Ask HN: How do you prioritise ideas? - WorldMover

If you have a list of ideas for projects, what process or criteria do you use to decide which ideas to pursue first?<p>Is it based on ease of development, potential revenue, how interesting it is, ease of marketing the idea, time to complete...what criteria do you typically use?
======
karterk
The way I go about this is to first record whatever idea I get onto a document
that I keep. From my past experience, I tend to sometimes get very excited
about ideas, and that usually stops me from thinking through properly about
its viability. So, I generally force myself into a 2-3 week "pause and ponder"
period in which I resist the urge to start working on it immediately. Even if
the idea is trivial to implement (trust me it always looks like that), it's a
distraction from stuff you are already working on, and you don't want to rush
into implementing it and end up nowhere.

I must add that, after 2-3 weeks, most of these exciting ideas sound really
bad to me. There will be a few that will still sound exciting. These _might_
be ones that are worth pursuing.

------
j45
My current recipe to capture lightning in a bottle:

Pick the idea(s) that:

\- is the simplest to launch right away,

\- has existing demand (being searched so you get a sense of the level of
ongoing demand),

\- has lower competition for keywords (you want a killer blog anyways so you
don't pay for ads as much),

\- you can start optimizing for organic SEO today, via a BLOG talking about
the problem you're solving WHILE you write the project. Rank early for the
terms people are searching for or the problem they're talking about.

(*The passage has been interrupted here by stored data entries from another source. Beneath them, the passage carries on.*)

import sharp from 'sharp';

/** Every picture is read from a file; readers of buffers and of all other formats stay shut. */
const MAY_READ = [
  'VipsForeignLoadJpegFile',
  'VipsForeignLoadPngFile',
  'VipsForeignLoadWebpFile',
  // AVIF. HEIC shares its container, but the codec is not in the build.
  'VipsForeignLoadHeifFile',
];

/** Holds for the whole process: after this, sharp reads no SVG, GIF, TIFF or PDF anywhere in the server. */
export function limitDecoders(): void {
  sharp.block({ operation: ['VipsForeignLoad'] });
  sharp.unblock({ operation: MAY_READ });
  sharp.cache(false);
  // One thread a picture: two pictures at once fill a small machine, and the rest of the server must breathe.
  sharp.concurrency(1);
}
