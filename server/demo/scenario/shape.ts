import type * as z from 'zod/mini';
import type { Day } from '../../../shared/days';
import type { EntryContent } from '../../../shared/record/kinds';
import type { Role } from '../../../shared/roles';
import type { StrainFacts } from '../../../shared/strains/contract';
import type { TankFacts } from '../../../shared/tanks/contract';
import type { Description, Orientation } from '../drawings';

/** Names a thing of the scenario before it has an id: 'tank:R1', 'fish:MOIL-A04', 'brood:m3'. */
export type Key = `${KeyKind}:${string}`;
export const KEY_KINDS = [
  'account',
  'batch',
  'brood',
  'buyer',
  'care',
  'colony',
  'fish',
  'hold',
  'lot',
  'order',
  'photo',
  'request',
  'reservation',
  'sample',
  'strain',
  'tank',
  'task',
] as const;
type KeyKind = (typeof KEY_KINDS)[number];

/** Days from today; the past is below zero. All of the story is told in these. */
export type Ago = number;

/** An entry as it is sent, with keys in the places of ids. */
export type Entry = z.input<typeof EntryContent>;

type Picture = { drawing: Description; takenAt: string; orientation: Orientation };

/** When something was written down: the fishroom's day and wall-clock time, and by whom. */
type Noted = { on: Day; time: string; by: Key };

export type Recorded = Noted & {
  what: 'entry';
  entry: Entry;
  /** Comes with an entry of the kind 'photoTaken'. */
  picture?: Picture;
  /** These heads left with this order: where orders are kept, the order books them out itself. */
  order?: Key;
};
export type Founders = Noted & {
  what: 'founders';
  strain: Key;
  lot: Key;
  /** They begin in a colony, or alone in a tank. */
  colony: Key | null;
  tank: Key | null;
  fish: { key: Key; code: string | null; sex: 'male' | 'female' | 'unknown'; mark: string | null }[];
};
export type ColonyStarted = Noted & {
  what: 'colony';
  key: Key;
  code: string;
  strain: Key;
  tank: Key;
  note: string | null;
};
export type Happening = Recorded | Founders | ColonyStarted;

export type Member = { key: Key; name: string; email: string; role: Role };
export type Strain = z.input<typeof StrainFacts> & { key: Key };
export type Lot = {
  key: Key;
  strain: Key;
  receivedOn: Day;
  fromWhom: string;
  provenance: 'wildCaught' | 'bredElsewhere' | 'unknown';
  generation: number | null;
  heads: number;
  deadOnArrival: number;
  quarantineUntil: Day | null;
  papers: string | null;
  mayBeSibs: boolean;
  note: string | null;
};
export type Tank = z.input<typeof TankFacts> & { key: Key };

export type Task = {
  key: Key;
  title: string;
  dueOn: Day;
  everyDays: number | null;
  assignedTo: Key | null;
  about: Key | null;
};

export type Buyer = { key: Key; name: string; email: string; phone: string | null; note: string | null };
/** Prices in cents, by length class from the smallest up. */
export type Listing = { brood: Key; classes: { fromTenthsMm: number; cents: number }[]; note: string | null };
export const ORDER_STATES = [
  'requested',
  'reserved',
  'depositAsked',
  'depositPaid',
  'ready',
  'collected',
  'sent',
  'closed',
  'cancelled',
] as const;
export type Order = {
  key: Key;
  number: number;
  buyer: Key;
  state: (typeof ORDER_STATES)[number];
  madeOn: Day;
  /** Agreed or past hand-over, local wall-clock time. */
  handOverAt: string | null;
  reservedUntil: Day | null;
  lines: { brood: Key; heads: number; cents: number }[];
  depositCents: number | null;
  payments: { kind: 'deposit' | 'balance' | 'refund'; method: 'card' | 'cash' | 'transfer'; cents: number; on: Day }[];
  messages: { fromBuyer: boolean; on: Day; body: string }[];
  cancelledBecause: string | null;
};
/** The waiting list: fish of a brood, or a word when a strain reaches a length. */
export type Request = {
  key: Key;
  buyer: Key;
  madeOn: Day;
  heads: number | null;
  lengthTenthsMm: number | null;
  words: string | null;
} & ({ kind: 'fish'; brood: Key } | { kind: 'notice'; strain: Key });

export type Scenario = {
  today: Day;
  room: { name: string; slug: string; place: string; timeZone: string; currency: 'EUR' };
  members: Member[];
  strains: Strain[];
  lots: Lot[];
  tanks: Tank[];
  /** In the order in which they happened. */
  happenings: Happening[];
  tasks: Task[];
  buyers: Buyer[];
  listings: Listing[];
  orders: Order[];
  requests: Request[];
};
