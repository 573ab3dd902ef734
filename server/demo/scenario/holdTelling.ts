import { type BroodStory, firstDayOf, type HoldStory, lastDayOf } from './broods';
import { endOf } from './holdDays';
import { tankOfColony } from './lives';
import { parentageOf } from './parents';
import type { Ago, Recorded } from './shape';
import type { Teller } from './telling';

type Numbers = BroodStory['numbers'];

/** Counts as an entry carries them: what was not counted is null, not zero. */
export const numbersOf = (counted: Partial<Numbers>) => ({
  total: counted.total ?? null,
  eggs: counted.eggs ?? null,
  wrigglers: counted.wrigglers ?? null,
  freeSwimming: counted.freeSwimming ?? null,
  dead: counted.dead ?? null,
  deformed: counted.deformed ?? null,
});

/** A full mouth is seen the day after it can have been filled at the latest. */
const firstSeen = (spawn: HoldStory['spawn']): Ago => (typeof spawn === 'number' ? spawn : spawn[1]);

function begun(tell: Teller, hold: HoldStory): Recorded {
  const { handle, colony, dam, spawn, plan, note } = hold;
  const last = lastDayOf(spawn);
  const shared = {
    holdId: `hold:${handle}`,
    tankId: `tank:${tankOfColony(colony, last)}`,
    colonyId: `colony:${colony}`,
    holderId: dam,
    parentage: parentageOf(hold),
    plan,
    note: note ?? null,
  };
  return typeof spawn === 'number'
    ? tell.entry(spawn, handle, { kind: 'spawnSeen', onDay: tell.day(spawn), ...shared })
    : tell.entry(firstSeen(spawn), handle, {
        kind: 'holdingSeen',
        firstSeenOn: tell.day(firstSeen(spawn)),
        spawnEarliest: tell.day(firstDayOf(spawn)),
        spawnLatest: tell.day(last),
        ...shared,
      });
}

/** Entries of one hold, from the mouth seen full to how it ended. */
export function tellHold(tell: Teller, hold: HoldStory, code: (handle: string) => string): Recorded[] {
  const { handle, spawn, checks = [], end, brood, plan } = hold;
  const guards = hold.colony.startsWith('CATE');
  const looks = checks.map((age) => {
    const on = lastDayOf(spawn) + age;
    const seen = guards ? (age < 4 ? 'eggs' : 'wrigglers') : 'holding';
    return tell.entry(on, handle, {
      kind: 'holdCheck',
      holdId: `hold:${handle}`,
      onDay: tell.day(on),
      seen,
      note: null,
    });
  });
  const on = endOf(tell.today, hold);
  if (!end || on === null) return [begun(tell, hold), ...looks];
  const ended = tell.entry(on, handle, {
    kind: 'holdEnded',
    holdId: `hold:${handle}`,
    onDay: tell.day(on),
    outcome: end.how,
    brood: brood
      ? {
          broodId: `brood:${handle}`,
          batchId: `batch:${handle}`,
          code: code(handle),
          tankId: `tank:${brood.tank}`,
          numbers: numbersOf(brood.numbers),
          opening: brood.opens?.age === 'atOnce' ? brood.opens.heads : null,
        }
      : null,
    note:
      brood?.note ?? ('note' in end ? (end.note ?? null) : plan === 'strip' && !brood ? 'Nothing in the mouth' : null),
  });
  return [begun(tell, hold), ...looks, ended];
}
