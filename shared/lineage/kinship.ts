import { withAncestors } from './ancestors';
import { nodeColumn } from './kinshipColumns';
import { type KinshipMatrix, matrixOf, type PackedKinship } from './kinshipMatrix';
import { OUTSIDE, rowFinder } from './parentOptions';
import type { PedigreeEntry } from './pedigree';
import { PedigreeError } from './pedigreeError';
import { solveFamilies } from './solveFamilies';
import { type SortedPedigree, sortPedigree } from './sortedPedigree';
import { kinshipAt, sweep } from './sweep';

/** A triangle over more classes than this (1 GB) is refused rather than attempted. */
const MOST_CLASSES = 16_000;

/** Up to this many nodes the whole triangle is quicker than columns, however few animals are asked for. */
const SMALL_PEDIGREE = 2_000;

/**
 * Kinships of `ids` (default: every entry), exact expectations over uncertain parents; 0 to 1, and F likewise.
 * Tabular method of Emik & Terrill 1949 after Malécot 1948; uncertain parents as in Henderson 1988, with one shared animal
 * for each `oneOf` key. Throws a `PedigreeError` that names the fish: cycle, duplicateId, unknownId, badWeight,
 * noCandidates, keyConflict, tooLarge.
 */
export function kinship(pedigree: PedigreeEntry[], ids?: string[]): KinshipMatrix {
  return matrixOf(packedKinship(pedigree, ids));
}

/** `kinship` as plain data, to be sent between threads and read through `matrixOf`. */
export function packedKinship(pedigree: PedigreeEntry[], ids?: string[]): PackedKinship {
  const sorted = sortPedigree(pedigree);
  const wanted = ids ? [...new Set(ids)] : sorted.ids;
  const find = rowFinder(sorted.rowOf);
  const nodeOfWanted = wanted.map((id) => sorted.nodeOf[find(id)] ?? 0);
  const classes = Int32Array.from(new Set(nodeOfWanted)).sort();
  if (classes.length > MOST_CLASSES) throw tooLarge(wanted.length);
  const table = tableOf(sorted, classes);
  const classAt = new Map(Array.from(classes, (node, index) => [node, index]));
  return {
    ids: [...wanted],
    classOf: Int32Array.from(nodeOfWanted, (node) => classAt.get(node) ?? 0),
    values: table.values,
    self: Float64Array.from(nodeOfWanted, (node) => table.self[classAt.get(node) ?? 0] ?? 0),
  };
}

const tooLarge = (count: number) =>
  new PedigreeError('tooLarge', [], `A kinship table of ${count} fish is too large. Choose a colony or a strain`);

/** Kinships of classes, as in `Sweep`. */
type ClassTable = { values: Float64Array; self: Float64Array };

function tableOf(sorted: SortedPedigree, classes: Int32Array): ClassTable {
  const nodes = withAncestors(sorted, classes);
  const few = nodes.length > SMALL_PEDIGREE && classes.length < nodes.length / 50;
  return few || nodes.length > MOST_CLASSES ? tableByColumn(sorted, classes) : tableByTriangle(sorted, nodes, classes);
}

function tableByTriangle(sorted: SortedPedigree, nodes: Int32Array, classes: Int32Array): ClassTable {
  const placeOf = new Int32Array(sorted.nodes).fill(OUTSIDE);
  nodes.forEach((node, place) => {
    placeOf[node] = place;
  });
  const families = new Set(Array.from(nodes, (node) => sorted.familyOf[node] ?? 0));
  const whole = sweep(sorted, { size: nodes.length, placeOf }, families);
  const self = Float64Array.from(classes, (node) => whole.self[sorted.familyOf[node] ?? 0] ?? 0);
  if (classes.length === nodes.length) return { values: whole.values, self };
  const values = new Float64Array((classes.length * (classes.length + 1)) / 2);
  let next = 0;
  classes.forEach((a, row) => {
    for (const b of classes.subarray(0, row + 1)) {
      values[next] = kinshipAt(whole.values, placeOf[a] ?? 0, placeOf[b] ?? 0);
      next += 1;
    }
  });
  return { values, self };
}

/** For a few fish of a large pedigree: their columns only, in memory linear in the pedigree. */
function tableByColumn(sorted: SortedPedigree, classes: Int32Array): ClassTable {
  const segregation = solveFamilies(sorted);
  const values = new Float64Array((classes.length * (classes.length + 1)) / 2);
  let next = 0;
  classes.forEach((node, row) => {
    const column = nodeColumn(segregation, [node]);
    for (const other of classes.subarray(0, row + 1)) {
      values[next] = column[other] ?? 0;
      next += 1;
    }
  });
  return { values, self: Float64Array.from(classes, (node) => segregation.self[sorted.familyOf[node] ?? 0] ?? 0) };
}
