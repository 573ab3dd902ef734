import { ARRIVALS, COLONIES, EXITS, FINDINGS, fishCode, fishKey } from './colonies';
import type { Ago, Key } from './shape';
import type { StrainCode } from './strains';

/** A fish with a life of its own in the fishroom, as far as the story needs it to be consistent. */
export type Life = {
  key: Key;
  code: string | null;
  strain: StrainCode | null;
  /** Day of birth where it is known: a fish without one came as an adult. */
  born: Ago | null;
  from: Ago;
  until: Ago | null;
  sexTold: 'male' | 'female' | 'unknown';
  homes: { on: Ago; colony: string | null; tank: string | null }[];
};

/** Fish taken out of a batch, as the broods tell it. */
export type HeldBack = {
  on: Ago;
  born: Ago | null;
  strain: StrainCode | null;
  stem: string;
  numbers: readonly number[];
  colony: string | null;
  tank: string | null;
};

const untilOf = (key: Key): Ago | null => EXITS[key]?.on ?? null;

function founders(): Life[] {
  return ARRIVALS.flatMap(({ strain, on, colony, tank, males, females, anonymousFemales }) => {
    const stem = colony ?? strain;
    const home = { on, colony, tank: tank ?? null };
    const life = (key: Key, code: string | null, sexTold: 'male' | 'female'): Life => ({
      key,
      code,
      strain,
      born: null,
      from: on,
      until: untilOf(key),
      sexTold,
      homes: [home],
    });
    return [
      ...males.map((n) => life(fishKey(stem, n), fishCode(stem, n), 'male')),
      ...females.map((n) => life(fishKey(stem, n), fishCode(stem, n), 'female')),
      ...Array.from({ length: anonymousFemales ?? 0 }, (_, i) => life(`fish:${stem}/f${i + 1}`, null, 'female')),
    ];
  });
}

const bred = ({ on, born, strain, stem, numbers, colony, tank }: HeldBack): Life[] =>
  numbers.map((n) => {
    const key = fishKey(stem, n);
    return {
      key,
      code: fishCode(stem, n),
      strain,
      born,
      from: on,
      until: untilOf(key),
      sexTold: 'unknown',
      homes: [{ on, colony, tank }],
    };
  });

export const livesOf = (heldBack: HeldBack[]): Life[] => [...founders(), ...heldBack.flatMap(bred)];

/** Tank of a colony on a day. */
export function tankOfColony(code: string, day: Ago): string | null {
  return COLONIES.find((colony) => colony.code === code)?.homes.findLast(({ on }) => on <= day)?.tank ?? null;
}

export function tankOf(life: Life, day: Ago): string | null {
  if (day < life.from || (life.until !== null && day >= life.until)) return null;
  const home = life.homes.findLast(({ on }) => on <= day);
  return home?.colony ? tankOfColony(home.colony, day) : (home?.tank ?? null);
}

/** The sex as it was recorded by a day. */
export function sexOn(life: Life, day: Ago): 'male' | 'female' | 'unknown' {
  const found = FINDINGS.filter((finding) => finding.fish === life.key && finding.kind === 'sex' && finding.on <= day)
    .sort((a, b) => a.on - b.on)
    .at(-1);
  return found?.kind === 'sex' ? found.sex : life.sexTold;
}

/** A fish of the fishroom's own counts as adult from here; the program's own proposals do the same. */
const ADULT_AFTER_DAYS = 180;
const isAdultOn = (life: Life, day: Ago): boolean => life.born === null || day - life.born >= ADULT_AFTER_DAYS;

const FORTNIGHT = 14;
/** What a male that was never seen dominant weighs, in days of dominance: sneaking happens (common practice, no source). */
const SNEAKER_DAYS = 1;

/** Days within a span on which the last fish of the tank to be called dominant was this one. */
function dominantDays(life: Life, rivals: Life[], from: Ago, until: Ago): number {
  let days = 0;
  for (let day = from; day <= until; day++) {
    const last = FINDINGS.filter(
      ({ kind, on, fish }) => kind === 'dominant' && on <= day && rivals.some(({ key }) => key === fish),
    )
      .sort((a, b) => a.on - b.on)
      .at(-1);
    if (last?.fish === life.key) days += 1;
  }
  return days;
}

/** Adult males and unsexed adults of the tank while she may have spawned, with shares by the days each was dominant. */
export function possibleSires(
  lives: Life[],
  tank: string,
  from: Ago,
  until: Ago,
): { fish: Life; weight: number; days: number }[] {
  const there = lives.filter((life) => {
    for (let day = from; day <= until; day++) if (tankOf(life, day) === tank) return isAdultOn(life, until);
    return false;
  });
  const males = there.filter((life) => sexOn(life, until) !== 'female');
  return males.map((fish) => {
    const days = dominantDays(
      fish,
      males.filter(({ strain }) => strain === fish.strain),
      from - FORTNIGHT,
      until,
    );
    return { fish, weight: days + SNEAKER_DAYS, days };
  });
}
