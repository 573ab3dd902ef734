import type { LossCause } from '../../../shared/broods/headEntry';
import type { Ago, Key } from './shape';

/** What happened to a brood after it began; ages in days from the spawn (the last possible day of it). */
export type Step = { age: number; note?: string } & (
  | { kind: 'moved'; tank: string }
  | { kind: 'counted'; heads: number }
  | { kind: 'lost'; heads: number; cause: LossCause }
  | { kind: 'culled'; heads: number }
  | { kind: 'joined'; brood: string; heads: number }
  | { kind: 'split'; tank: string; heads: number }
  | { kind: 'kept'; stem: string; numbers: readonly number[]; colony: string | null; tank: string | null }
  | { kind: 'left'; how: 'sold' | 'given' | 'traded' | 'auctioned'; heads: number; order?: Key }
  | { kind: 'meant'; heads: number }
);

/** How a hold went: spawn as one day when seen, else the first and last possible day. */
export type HoldStory = {
  handle: string;
  colony: string;
  /** Null: can't tell which. */
  dam: Key | null;
  spawn: Ago | readonly [Ago, Ago];
  /** The male that was seen, when the spawn was. */
  seenWith?: Key;
  plan: 'strip' | 'leave';
  checks?: readonly number[];
  note?: string;
  /** Open today when it has no end. `after`: days into the strip window, or past the expected release. */
  end?:
    | { how: 'stripped' | 'released'; after: number }
    | { how: 'swallowed' | 'lost' | 'diedHolding'; age: number; note?: string };
  brood?: BroodStory;
};

export type BroodStory = {
  tank: string;
  numbers: {
    total: number;
    eggs?: number;
    wrigglers?: number;
    freeSwimming?: number;
    dead?: number;
    deformed?: number;
  };
  /** Free-swimming at this age; at once when they were released; null while they are wrigglers still. */
  opens: { age: number | 'atOnce'; heads: number } | null;
  note?: string;
  steps: readonly Step[];
};

/** A brood without a hold on record: fry seen with their parents. */
export type FoundStory = Pick<HoldStory, 'handle' | 'colony' | 'dam' | 'spawn'> & { on: Ago; brood: BroodStory };

export const moved = (age: number, tank: string): Step => ({ age, kind: 'moved', tank });
export const counted = (age: number, heads: number, note?: string): Step => ({
  age,
  kind: 'counted',
  heads,
  ...(note ? { note } : {}),
});
export const lost = (age: number, heads: number, cause: LossCause, note?: string): Step => ({
  age,
  kind: 'lost',
  heads,
  cause,
  ...(note ? { note } : {}),
});
export const left = (
  age: number,
  how: 'sold' | 'given' | 'traded' | 'auctioned',
  heads: number,
  more: { order?: Key; note?: string } = {},
): Step => ({
  age,
  kind: 'left',
  how,
  heads,
  ...more,
});
export const kept = (
  age: number,
  stem: string,
  numbers: readonly number[],
  home: { colony?: string; tank?: string },
): Step => ({
  age,
  kind: 'kept',
  stem,
  numbers,
  colony: home.colony ?? null,
  tank: home.tank ?? null,
});

export const lastDayOf = (spawn: HoldStory['spawn']): Ago => (typeof spawn === 'number' ? spawn : spawn[1]);
export const firstDayOf = (spawn: HoldStory['spawn']): Ago => (typeof spawn === 'number' ? spawn : spawn[0]);
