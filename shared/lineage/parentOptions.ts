import { type Candidate, type Parentage, type PedigreeEntry, pairsOf } from './pedigree';
import { PedigreeError, unknownId } from './pedigreeError';

/** Stands for "an animal outside the pedigree" wherever a parent is a number. */
export const OUTSIDE = -1;

/** A possible parent as a number: an entry's row, a draw's number, or `OUTSIDE`. Weights of a list sum to 1. */
export type ParentOption = { parent: number; weight: number };

/** A possible pair of parents; weights of a list sum to 1. */
export type PairOption = { sire: number; dam: number; weight: number };

/** Gives a number to a candidate's id, and to the one shared animal behind a `oneOf` key. */
export type Numbering = { row: (id: string) => number; draw: (key: string, options: ParentOption[]) => number };

/** Every pair of parents that `entry` may come from, with its chance. The same pair listed twice is one with both weights. */
export function pairOptions(entry: PedigreeEntry, numbering: Numbering): PairOption[] {
  const pairs = shares(pairsOf(entry), entry.id).map(({ of, share }) => ({
    share,
    sires: parentOptions(of.sire, entry.id, numbering),
    dams: parentOptions(of.dam, entry.id, numbering),
  }));
  const listed = pairs.flatMap(({ share, sires, dams }) =>
    sires.flatMap((sire) =>
      dams.map((dam) => ({ sire: sire.parent, dam: dam.parent, weight: share * sire.weight * dam.weight })),
    ),
  );
  if (listed.length === 1) return listed;
  return merged(listed, ({ sire, dam }) => `${sire} ${dam}`);
}

function parentOptions(parentage: Parentage, child: string, numbering: Numbering): ParentOption[] {
  switch (parentage.kind) {
    case 'unknown':
      return [{ parent: OUTSIDE, weight: 1 }];
    case 'known':
      return [{ parent: numbering.row(parentage.id), weight: 1 }];
    case 'oneOf': {
      const options = candidateOptions(parentage.candidates, child, numbering);
      return [{ parent: numbering.draw(parentage.key, options), weight: 1 }];
    }
    case 'mixed':
      return candidateOptions(parentage.candidates, child, numbering);
  }
}

function candidateOptions(candidates: Candidate[], child: string, numbering: Numbering): ParentOption[] {
  const listed = shares(candidates, child).map(({ of, share }) => ({
    parent: of.id === null ? OUTSIDE : numbering.row(of.id),
    weight: share,
  }));
  return merged(listed, ({ parent }) => `${parent}`);
}

/** Weights above zero turned into shares that sum to 1. */
function shares<T extends { weight: number }>(listed: T[], child: string): { of: T; share: number }[] {
  if (listed.length === 0) throw new PedigreeError('noCandidates', [child], `Name at least one parent for ${child}`);
  const total = listed.reduce((sum, { weight }) => sum + weight, 0);
  if (!listed.every(({ weight }) => weight > 0) || !Number.isFinite(total)) {
    throw new PedigreeError('badWeight', [child], `Shares of the parents of ${child} must be numbers above zero`);
  }
  return listed.map((of) => ({ of, share: of.weight / total }));
}

function merged<T extends { weight: number }>(listed: T[], keyOf: (option: T) => string): T[] {
  const byKey = new Map<string, T>();
  for (const option of listed) {
    const before = byKey.get(keyOf(option));
    byKey.set(keyOf(option), before ? { ...before, weight: before.weight + option.weight } : option);
  }
  return [...byKey.values()];
}

/** The numbers of all entries, in row order; refuses an id that stands twice. */
export function numberRows(pedigree: PedigreeEntry[]): Map<string, number> {
  const rowOf = new Map<string, number>();
  pedigree.forEach((entry, row) => {
    if (rowOf.has(entry.id)) {
      throw new PedigreeError(
        'duplicateId',
        [entry.id],
        `${entry.id} stands in the pedigree twice. Keep one of the two`,
      );
    }
    rowOf.set(entry.id, row);
  });
  return rowOf;
}

/** Looks an id up, or refuses it by name. */
export function rowFinder(rowOf: Map<string, number>): (id: string) => number {
  return (id) => {
    const row = rowOf.get(id);
    if (row === undefined) throw unknownId(id);
    return row;
  };
}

\- is financially viable (calculate your conversion rate from traffic and if
it would pay for itself if you used adwords vs organic). The lowest plan
should pay for itself plus 30% minimum if not 50.

\- leans towards small business tools, because 10-20 customers at $50 get you
going much quicker.. ($50/month for a business is also like a $5/month expense
for a consumer SaaS product -- we don't think about it at that level).

\- appeals to business decision making .. businesses make logical decisions a
lot more than consumers, who like making irrational, how it makes me feel
decisions. Being a developer I'm much more able to pitch the logical
value/benefits than dealing with irrational consumers.

0.02 :)